Assigned task
Show every line of the material that follows in which the word "sinElevation" occurs.

Provided records

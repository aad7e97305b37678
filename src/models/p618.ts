/**
 * Earth–space propagation — ITU-R P.618-13:
 * rain attenuation (§2.2.1.1), tropospheric scintillation (§2.4.1) and the
 * combination of the impairments into a total attenuation (§2.5).
 */
import { rainSpecificCoefficients } from './p838.js';
import { checkAtLeast, checkRange, type Interval } from './range.js';
import { DEG } from './constants.js';

export const P618_RAIN_VALIDITY = {
  frequencyGHz: [1, 55] as Interval,
  exceedancePercent: [0.001, 5] as Interval,
  elevationDeg: [0, 90] as Interval,
};
/**
 * §2.4.1 is stated for θ ≥ 5° and 0.01 % ≤ p ≤ 50 % (and 4–55 GHz, from memory).
 * The SG3 validation examples evaluate a(p) down to p = 0.001 %; we accept that
 * extrapolation. Below 5° elevation we return the 5° value (see scintillationFade).
 */
export const P618_SCINTILLATION_VALIDITY = {
  frequencyGHz: [4, 55] as Interval,
  exceedancePercent: [0.001, 50] as Interval,
  elevationDeg: [0, 90] as Interval,
};
export const P618_TOTAL_VALIDITY = { exceedancePercent: [0.001, 50] as Interval };

const RE_KM = 8500;

export interface RainAttenuationInput {
  latitudeDeg: number;
  stationHeightKm: number;
  frequencyGHz: number;
  elevationDeg: number;
  /** Polarisation tilt from horizontal (deg); 45 for circular. */
  tiltDeg: number;
  exceedancePercent: number;
  rainRate001MmH: number;
  rainHeightKm: number;
}

export interface RainAttenuation { attenuationDB: number; slantPathKm: number }

/**
 * Rain attenuation exceeded for p % of an average year — ITU-R P.618-13 §2.2.1.1, steps 1–10.
 * Below 5° the slant path uses the curved-Earth form of step 2, which is finite at
 * θ = 0 (Ls = sqrt(2 (h_R − h_s) R_e)); every later step is finite there too
 * (sin θ → 0 turns the vertical adjustment and the β term off), so 0° needs no clamp.
 */
export function rainAttenuation(a: RainAttenuationInput): RainAttenuation {
  const r = rainAttenuation001(a);
  return { attenuationDB: rainAttenuationAt(r, a.exceedancePercent), slantPathKm: r.slantPathKm };
}

/** The p-independent part of §2.2.1.1 (steps 1–8): A0.01 and what steps 9–10 need. */
export interface RainAttenuation001 {
  a001DB: number;
  slantPathKm: number;
  absLatDeg: number;
  elevationDeg: number;
  sinElevation: number;
}

/**
 * ITU-R P.618-13 §2.2.1.1 steps 1–8 (A0.01), checked as rainAttenuation checks its
 * input (exceedancePercent included); steps 9–10 at any p by rainAttenuationAt.
 */
export function rainAttenuation001(a: RainAttenuationInput): RainAttenuation001 {
  const fn = 'rainAttenuation';
  checkRange(fn, 'frequencyGHz', a.frequencyGHz, P618_RAIN_VALIDITY.frequencyGHz, 'GHz');
  checkRange(fn, 'elevationDeg', a.elevationDeg, P618_RAIN_VALIDITY.elevationDeg, 'deg');
  checkRange(fn, 'exceedancePercent', a.exceedancePercent, P618_RAIN_VALIDITY.exceedancePercent, '%');
  checkRange(fn, 'latitudeDeg', a.latitudeDeg, [-90, 90], 'deg');
  checkAtLeast(fn, 'rainRate001MmH', a.rainRate001MmH, 0, 'mm/h');
  checkAtLeast(fn, 'rainHeightKm', a.rainHeightKm, -Infinity, 'km');
  checkAtLeast(fn, 'stationHeightKm', a.stationHeightKm, -Infinity, 'km');
  const f = a.frequencyGHz;
  const th = a.elevationDeg * DEG, sinT = Math.sin(th), cosT = Math.cos(th);
  const dh = a.rainHeightKm - a.stationHeightKm;
  const absLat = Math.abs(a.latitudeDeg);
  const none = (ls: number): RainAttenuation001 => ({ a001DB: 0, slantPathKm: ls, absLatDeg: absLat, elevationDeg: a.elevationDeg, sinElevation: sinT });
  // Step 1: station above the rain.
  if (dh <= 0) return none(0);
  // Step 2: slant path below the rain height.
  const ls = a.elevationDeg >= 5 ? dh / sinT : (2 * dh) / (Math.sqrt(sinT * sinT + (2 * dh) / RE_KM) + sinT);
  if (a.rainRate001MmH === 0) return none(ls);
  // Steps 3–4: horizontal projection and specific attenuation (P.838-3).
  const lg = ls * cosT;
  const { k, alpha } = rainSpecificCoefficients({ frequencyGHz: f, elevationDeg: a.elevationDeg, tiltDeg: a.tiltDeg });
  const gammaR = k * a.rainRate001MmH ** alpha;
  // Step 5: horizontal reduction factor.
  const r001 = 1 / (1 + 0.78 * Math.sqrt((lg * gammaR) / f) - 0.38 * (1 - Math.exp(-2 * lg)));
  // Step 6: vertical adjustment factor.
  const zetaDeg = Math.atan2(dh, lg * r001) / DEG;
  const lr = zetaDeg > a.elevationDeg ? (lg * r001) / cosT : dh / sinT;
  const chi = absLat < 36 ? 36 - absLat : 0;
  const v001 = 1 / (1 + Math.sqrt(sinT)
    * ((31 * (1 - Math.exp(-(a.elevationDeg / (1 + chi)))) * Math.sqrt(lr * gammaR)) / (f * f) - 0.45));
  // Steps 7–8: effective path length and A0.01.
  const a001 = gammaR * lr * v001;
  return { a001DB: a001, slantPathKm: ls, absLatDeg: absLat, elevationDeg: a.elevationDeg, sinElevation: sinT };
}

/** ITU-R P.618-13 §2.2.1.1 steps 9–10: A_p from A0.01 (0.001 % ≤ p ≤ 5 %; not checked here). */
export function rainAttenuationAt(r: RainAttenuation001, p: number): number {
  const a001 = r.a001DB, absLat = r.absLatDeg, sinT = r.sinElevation;
  if (a001 === 0) return 0;
  let beta: number;
  if (p >= 1 || absLat >= 36) beta = 0;
  else if (r.elevationDeg >= 25) beta = -0.005 * (absLat - 36);
  else beta = -0.005 * (absLat - 36) + 1.8 - 4.25 * sinT;
  const exponent = -(0.655 + 0.033 * Math.log(p) - 0.045 * Math.log(a001) - beta * (1 - p) * sinT);
  return a001 * (p / 0.01) ** exponent;
}

export interface ScintillationInput {
  frequencyGHz: number;
  elevationDeg: number;
  exceedancePercent: number;
  antennaDiameterM: number;
  antennaEfficiency: number;
  /** Wet term of the surface refractivity N_wet (N-units, P.453). */
  nWet: number;
}

const SCINT_MIN_ELEVATION_DEG = 5;

/**
 * Tropospheric scintillation fade depth exceeded for p % — ITU-R P.618-13 §2.4.1, steps 1–9.
 * The method is stated for θ ≥ 5°; below 5° we return the value at 5° (continuous,
 * but it underestimates the deep low-elevation fades that §2.4.2 would give —
 * §2.4.2 is not implemented).
 */
export function scintillationFade(a: ScintillationInput): number {
  return scintillationSigma(a) * scintillationTimeFactor(a.exceedancePercent);
}

/** ITU-R P.618-13 §2.4.1 steps 1–7: the standard deviation σ of the signal (dB), input checked as scintillationFade checks it. */
export function scintillationSigma(a: ScintillationInput): number {
  const fn = 'scintillationFade';
  checkRange(fn, 'frequencyGHz', a.frequencyGHz, P618_SCINTILLATION_VALIDITY.frequencyGHz, 'GHz');
  checkRange(fn, 'elevationDeg', a.elevationDeg, P618_SCINTILLATION_VALIDITY.elevationDeg, 'deg');
  checkRange(fn, 'exceedancePercent', a.exceedancePercent, P618_SCINTILLATION_VALIDITY.exceedancePercent, '%');
  checkAtLeast(fn, 'antennaDiameterM', a.antennaDiameterM, 0, 'm', true);
  checkRange(fn, 'antennaEfficiency', a.antennaEfficiency, [1e-6, 1]);
  checkAtLeast(fn, 'nWet', a.nWet, 0, 'N-units');
  const f = a.frequencyGHz;
  const th = Math.max(a.elevationDeg, SCINT_MIN_ELEVATION_DEG) * DEG, sinT = Math.sin(th);
  const sigmaRef = 3.6e-3 + 1e-4 * a.nWet; // step 3
  const hL = 1000; // m, height of the turbulent layer
  const l = (2 * hL) / (Math.sqrt(sinT * sinT + 2.35e-4) + sinT); // step 4
  const dEff = Math.sqrt(a.antennaEfficiency) * a.antennaDiameterM; // step 5
  const x = (1.22 * dEff * dEff * f) / l; // step 6
  const g2 = 3.86 * (x * x + 1) ** (11 / 12) * Math.sin((11 / 6) * Math.atan(1 / x)) - 7.08 * x ** (5 / 6);
  if (g2 <= 0) return 0; // P.618-13 step 6 (from memory): a negative argument (x ≥ 7.0) means the aperture averages the scintillation out, fade 0
  return (sigmaRef * f ** (7 / 12) * Math.sqrt(g2)) / sinT ** 1.2; // step 7
}

/** ITU-R P.618-13 §2.4.1 step 8: the time percentage factor a(p); the fade is a(p) σ (step 9). */
export function scintillationTimeFactor(p: number): number {
  const lp = Math.log10(p);
  return -0.061 * lp ** 3 + 0.072 * lp * lp - 1.71 * lp + 3.0;
}

/**
 * Total attenuation A_T(p) = A_G + sqrt((A_R + A_C)² + A_S²) — ITU-R P.618-13 §2.5;
 * for p < 1 % the gas and cloud terms are taken at 1 %.
 */
export function totalAttenuation(a: {
  exceedancePercent: number; gasDB: number; gasAt1PctDB: number; cloudDB: number; cloudAt1PctDB: number;
  rainDB: number; scintillationDB: number;
}): number {
  checkRange('totalAttenuation', 'exceedancePercent', a.exceedancePercent, P618_TOTAL_VALIDITY.exceedancePercent, '%');
  const below1 = a.exceedancePercent < 1;
  const gas = below1 ? a.gasAt1PctDB : a.gasDB;
  const cloud = below1 ? a.cloudAt1PctDB : a.cloudDB;
  return gas + Math.sqrt((a.rainDB + cloud) ** 2 + a.scintillationDB ** 2);
}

Answer
  sinElevation: number;
  const none = (ls: number): RainAttenuation001 => ({ a001DB: 0, slantPathKm: ls, absLatDeg: absLat, elevationDeg: a.elevationDeg, sinElevation: sinT });
  return { a001DB: a001, slantPathKm: ls, absLatDeg: absLat, elevationDeg: a.elevationDeg, sinElevation: sinT };
  const a001 = r.a001DB, absLat = r.absLatDeg, sinT = r.sinElevation;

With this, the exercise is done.